In the Trek universe, things looked and acted in a certain way. DS9 had one episode that went to the 1701 ship and didn't take anything out of proportion. But that was season 4 DS9, set 30 years after TOS and back when Trek as a whole was more in the cultural zeitgeist. It's over 30 years since the 1990s, over 50 since TOS, and the gulf is so wide that some aesthetics are just impossible to blend in.

But no one complained--because the TOS design always begat everything that followed--TAS, TOS movies, Berman ST. One could easily see how that universe, or even just Starfleet appeared to have a believable, evolutionary flow from one series / era to another. Its the reason ENT's best episodes--the two part "In a Mirror, Darkly"--was such a fan favorite, where next to no one questioned a TOS-era ship / costumes / devices working as advanced tech to the ENT crew.

Sarek's adopted daughter is just fine. Sybok being Spock's half-brother also came out nowhere. But what would make the shoehorning in of Sybok comparatively successful? (STV was not a prequel, and Sybok isn't a human that bests every lasts Vulcan in their version of the SAT in some incredibly naff dialogue as faux means to generate interest... Despite how Michael being the reverse of the same trope Sybok is, which is actually an inspired one - since Sybok was a Vulcan who wanted to be more human-like so here's Michael, a human who wants to be Vulcan... which is not a bad idea by any means. But how many more siblings are there, and are they named Jan, Marcia, Cindy, Bobby, Greg, Oliver, and/or Peter? The overkill is the big issue.)

...all because the "creators" of DSC could not generate a solid character of their own without grafting it to a classic character (and the development built around him), as if that association was going to make MB palatable. Whoops.

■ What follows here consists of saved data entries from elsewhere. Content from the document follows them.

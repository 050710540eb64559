// SPDX-License-Identifier: GPL-2.0-or-later
#include "deviascope/counts/count_maps.h"

#include <fmt/format.h>

#include <limits>
#include <system_error>

#include "deviascope/core/error.h"
#include "deviascope/sky/healpix_map.h"

namespace deviascope {

namespace {

namespace fs = std::filesystem;

constexpr double nothing = std::numeric_limits<double>::quiet_NaN();

/// Values of the pixels of a footprint over the full sky.
template <class Value>
HealpixMap full_sky(const Counts& counts,
                    const Footprint& footprint,
                    const std::vector<Value>& value,
                    double elsewhere) {
    const auto n_pixels = static_cast<std::size_t>(Pixelisation(counts.nside).n_pixels());
    HealpixMap map{counts.nside, counts.frame, std::vector<double>(n_pixels, elsewhere)};
    for (std::size_t i = 0; i < value.size(); ++i)
        map.value[static_cast<std::size_t>(footprint.pixel[i])] = static_cast<double>(value[i]);
    return map;
}

}  // namespace

std::array<fs::path, 2> names_of_count_maps(const std::string& survey, const std::string& bin) {
    const fs::path folder(survey);
    return {folder / (bin + "-counts.fits"), folder / (bin + "-exposure.fits")};
}

void write_count_maps(const Counts& counts, const fs::path& folder) {
    for (const SurveyCounts& survey : counts.surveys) {
        std::error_code failure;
        fs::create_directories(folder / survey.name, failure);
        if (failure)
            throw OutputError({(folder / survey.name).string(),
                               fmt::format("the folder cannot be made ({})", failure.message()),
                               "a folder that can be made or written to",
                               "name another one"});
        for (const BinCounts& bin : survey.bins) {
            const Footprint& footprint = survey.footprints[bin.footprint];
            const auto [counted, exposed] = names_of_count_maps(survey.name, bin.name);
            write_healpix_map(
                folder / counted, full_sky(counts, footprint, bin.count, nothing), "COUNTS");
            write_healpix_map(folder / exposed,
                              full_sky(counts, footprint, footprint.exposure, 0.0),
                              "EXPOSURE");
        }
    }
}

}  // namespace deviascope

There always seemed to be biased against TOS I think in the early 2000s in a way that I perceived similar to how Batman in the sixties was compared to the films of the recent times! Even the cowboy diplomacy lines in Unification came off more as a dig rather than a comparison of how we do things now in the twenty fourth century to Spock's old archaic times on the Enterprise! :vulcan:
JB

Probably, but that's the ignorance / resistance of some of the Berman-era staff, that they took that one line in the title sequence ("...the final frontier") literally, when TOS is less the Roddenberry-attributed "Wagon Train to the stars" and more Cold War. That's the reality TOS' creators lived in / dealt with, and its all over the kind of dialogue and stories told in that series. Yes, early on, there was the feeling of the 1701 being in remote areas, but that was not the defining tone or type of story. I've always viewed TOS as having its feet / ideology firmly planted in Cold War politics more often than not.